A criança e a depressão em tempos de pós-isolamento

A criança e a depressão em tempos de pós-isolamento

Sociedade de Pediatria de São Paulo
Texto divulgado em 10/05/2022


 

Nestes tempos pós-quarentena, vimos várias alterações no comportamento das crianças ao retomarem uma rotina de vida mais próxima da que levavam antes das restrições e do “Fique em casa!”.

Algumas dessas mudanças tiveram início já durante o isolamento pela própria condição de vulnerabilidade trazida pelo medo do contágio pela covid-19 e pelo clima assustador que se instalou frente à impossibilidade de controlar a situação, mesmo por parte dos adultos.

Todos, indistintamente, tinham possibilidade de serem contaminados e adoecerem gravemente e isso, muito frequentemente, agravou o medo das crianças por fantasiarem a perda dos pais, justo estes que deveriam sempre protegê-los.

As crianças também tiveram uma quebra importante nas oportunidades de encontros e interações enriquecedores com indivíduos da própria idade e com os outros adultos que são significativos em sua vida, como avós, tios, professores.

E, dois anos parece uma eternidade para uma criança…

No retorno às atividades, muitas crianças se sentiram receosas com a possiblidade de não conseguirem se “enturmar”, de não saberem como reatar as amizades ou fazer novos amigos, um abalo na autoestima por se verem inseguras quanto as suas capacidades e competências.

Em outras, a dificuldade ou impossibilidade em acompanhar o aprendizado online produziu uma ansiedade muito grande pelo receio de não “conseguir mais aprender”, de tirar notas baixas, de repetir o ano ou decepcionar os pais, e que só foi sentido no retorno às aulas presenciais.

Então, vamos percebendo crianças ansiosas, inquietas, agitadas, irritadiças, agressivas, tristes, com dificuldade em se concentrar, com reações inesperadas, às vezes desproporcionais às circunstâncias, mais isoladas ou caladas, mais apegadas aos pais, com insônia ou dificuldade para dormir, sem nenhum apetite ou com muito apetite, com queixas constantes de dores no corpo ou cansaço para fazer qualquer coisa, sejam as tarefas da escola ou brincar e se divertir.

Os pais podem verbalizar que essas atitudes, esses comportamentos e sentimentos estão relacionados com o estresse, a incerteza e o desconhecido que atravessou a vida das famílias de forma geral e das crianças, em particular.
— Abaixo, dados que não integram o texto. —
def test_health_and_metrics_endpoints(broker, tmp_path):  # noqa: F811
    import urllib.error
    import urllib.request

    with running_service(broker, tmp_path / "j.db") as svc:
        pub = publisher(broker)
        publish_all(pub, [("meters/rc-9/volume", b"not json")])
        deadline = time.monotonic() + 5
        while svc.metrics.acked < 1 and time.monotonic() < deadline:
            time.sleep(0.02)
        host, port = svc.health.address
        with urllib.request.urlopen(f"http://{host}:{port}/health", timeout=5) as r:
            assert r.status == 200
            body = json.loads(r.read())
        assert body["connected"] is True and body["worker_alive"] is True
        with urllib.request.urlopen(f"http://{host}:{port}/metrics", timeout=5) as r:
            text = r.read().decode()
        assert "hourwatch_messages_journaled_total 1" in text
        assert "hourwatch_messages_acked_total 1" in text
        assert 'hourwatch_rejected_total{reason="bad_payload"} 1' in text
        assert "hourwatch_ingest_latency_seconds_count 1" in text
        pub.disconnect()
        svc.link.client.disconnect()  # the broker is gone as far as the service knows
        deadline = time.monotonic() + 5
        while svc.connected and time.monotonic() < deadline:
            time.sleep(0.02)
        with pytest.raises(urllib.error.HTTPError) as err:
            urllib.request.urlopen(f"http://{host}:{port}/health", timeout=5)
        assert err.value.code == 503


def _tls_files(d: Path) -> tuple[Path, Path, Path]:
    """A throw-away CA and a server certificate for 127.0.0.1, made with openssl."""
    openssl = shutil.which("openssl")
    if openssl is None:
        pytest.skip("openssl not found: cannot make test certificates")

    def run(*args: str) -> None:
        subprocess.run([openssl, *args], cwd=d, check=True, capture_output=True, timeout=30)

    run("req", "-x509", "-newkey", "rsa:2048", "-nodes", "-days", "2", "-subj", "/CN=test-ca",
        "-keyout", "ca.key", "-out", "ca.crt")  # fmt: skip
    run("req", "-newkey", "rsa:2048", "-nodes", "-subj", "/CN=localhost",
        "-keyout", "server.key", "-out", "server.csr")  # fmt: skip
    (d / "san.ext").write_text("subjectAltName=DNS:localhost,IP:127.0.0.1\n")
    run("x509", "-req", "-in", "server.csr", "-CA", "ca.crt", "-CAkey", "ca.key",
        "-CAcreateserial", "-days", "2", "-extfile", "san.ext", "-out", "server.crt")  # fmt: skip
    return d / "ca.crt", d / "server.crt", d / "server.key"


def test_tls_with_password_is_accepted_and_anonymous_refused(tmp_path):
    import paho.mqtt.client as mqtt
    from paho.mqtt.enums import CallbackAPIVersion

    from daemon.config import load_config
    from daemon.service import Service
    from tests.broker import running_broker

    ca, cert, key = _tls_files(tmp_path)
    passwd = shutil.which("mosquitto_passwd") or "/usr/bin/mosquitto_passwd"
    if not os.access(passwd, os.X_OK):
        pytest.skip("mosquitto_passwd not found")
    pwfile = tmp_path / "passwords"
    subprocess.run([passwd, "-c", "-b", str(pwfile), "hw-service", "invented-secret"],
                   check=True, capture_output=True, timeout=30)  # fmt: skip
    listener = (f"cafile {ca}\ncertfile {cert}\nkeyfile {key}\n"
                f"allow_anonymous false\npassword_file {pwfile}\n")  # fmt: skip
    conf = tmp_path / "hw.toml"
    conf.write_text(
        f'[broker]\nusername = "hw-service"\n[broker.tls]\nca_file = "{ca}"\n'
        f'[health]\nlisten = ""\n[journal]\npath = "{tmp_path / "j.db"}"\n'
    )
    with running_broker(listener) as b:

        def attempt(password: str) -> Service:
            env = {"HOURWATCH_MQTT_PASSWORD": password}
            svc = Service(load_config(conf, broker=b.address, env=env))
            svc.start()
            deadline = time.monotonic() + 5
            while time.monotonic() < deadline and not (svc.connected or svc.link.last_error):
                time.sleep(0.02)
            return svc

        good = attempt("invented-secret")
        try:
            assert good.connected, good.link.last_error
        finally:
            good.stop()
        bad = attempt("wrong")
        try:
            assert not bad.connected and "authorized" in (bad.link.last_error or "").lower()
        finally:
            bad.stop()
        # an anonymous client over TLS is refused too
        refused: list[str] = []
        anon = mqtt.Client(CallbackAPIVersion.VERSION2, client_id="anon")
        anon.tls_set(ca_certs=str(ca))
        anon.on_connect = lambda c, u, f, rc, p: refused.append(str(rc))
        anon.connect(b.host, b.port)
        anon.loop_start()
        deadline = time.monotonic() + 5
        while not refused and time.monotonic() < deadline:
            time.sleep(0.02)
        anon.loop_stop()
        assert refused and "authorized" in refused[0].lower()


def test_a_journal_that_cannot_write_stops_the_service_without_acking(broker, tmp_path):  # noqa: F811
    """Disk full or failing: the reading is not acknowledged, the service says it is
    offline and why, and the next start gets the reading again from the broker."""
    import sqlite3

    from daemon.journal import SqliteJournal as J

    jpath = tmp_path / "j.db"
    w = Watcher(broker)
    pub = publisher(broker)
    reading = readings("rc-1", time.time() - 600, 2 / 60)[:1]
    real = J.append_messages

    def failing(self, rows):
        raise sqlite3.OperationalError("database or disk is full")

    J.append_messages = failing  # type: ignore[method-assign]
    try:
        with running_service(broker, jpath, w) as svc:
            publish_all(pub, reading)
            svc.done.wait(5)
            assert svc.failed is not None and "disk is full" in svc.failed
            ok, health = svc.health_report()
            assert not ok and health["worker_alive"] is False
            assert svc.metrics.acked == 0
            svc.stop(f"worker failed: {svc.failed}")
    finally:
        J.append_messages = real  # type: ignore[method-assign]
    st = w.wait_for(
        lambda w: [s for s in w.json("hourwatch/status") if s["status"] == "offline"], 5, "offline"
    )
    assert "disk is full" in st[-1]["reason"]
    with running_service(broker, jpath) as svc:  # the broker kept the unacknowledged reading
        deadline = time.monotonic() + 5
        while svc.metrics.acked < 1 and time.monotonic() < deadline:
            time.sleep(0.02)
    messages, _ = journal_rows(jpath)
    assert [json.loads(m.payload)["seq"] for m in messages] == [reading[0][1]["seq"]]
    pub.disconnect()
    w.close()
E estão corretos.

Podem acreditar que é só uma fase e que com paciência tudo volta ao normal.

Aí, já precisamos ter mais cuidado e estar muito atentos.

E por quê?

Porque a pandemia e o isolamento alteraram todos os pontos de referência e de segurança que as crianças tinham e que lhes davam a sensação de controle, de que podiam prever como iria ser o seu dia seguinte e se preparar para ele, dormir e acordar como todos os dias e de que podiam cuidar das coisas que faziam parte de sua rotina – escola, amigos, pais, irmãos, diversão…

E, de pronto, não havia nada para reassegurar a criança de que tudo iria ficar bem de novo.

Então, pode não ser apenas uma fase.

Os pais precisam prestar muita atenção para o caso dessas queixas persistirem, de piorarem ao invés de diminuírem, de que a criança não consiga ou não queira aumentar o contato com os amigos ou mesmo sair e brincar mais tempo fora de casa ou, ainda, voltar a ter comportamentos e atitudes muito infantis para a idade.

Porque um combinado de comportamentos ou sentimentos, de modo muito duradouro, que modificam e prejudicam muito a interação da criança com as coisas e pessoas que fazem parte de seu mundo, podem sinalizar que estamos frente a um quadro de depressão infantil, que traz muito sofrimento emocional, com consequências importantes para o desenvolvimento da criança.

A depressão infantil afeta exatamente as condições e situações por meio das quais a criança é estimulada a crescer, a aprender, a se fortalecer, a construir suas habilidades e competências em todos os campos.

Nestes casos, é importante que a criança possa ser avaliada para confirmar o que exatamente está acontecendo com ela e para que os pais possam ser auxiliados quanto ao que podem ou precisam fazer para ajudá-la.

Os pais não devem hesitar em procurar auxílio.

Podem falar com a orientadora da escola da criança e solicitar orientação e apoio. Podem buscar atendimento pediátrico e psicológico em alguma unidade da Rede Básica de Saúde. Podem, ainda, conversar com o pediatra da criança, se a criança dispuser de um médico que a acompanhe.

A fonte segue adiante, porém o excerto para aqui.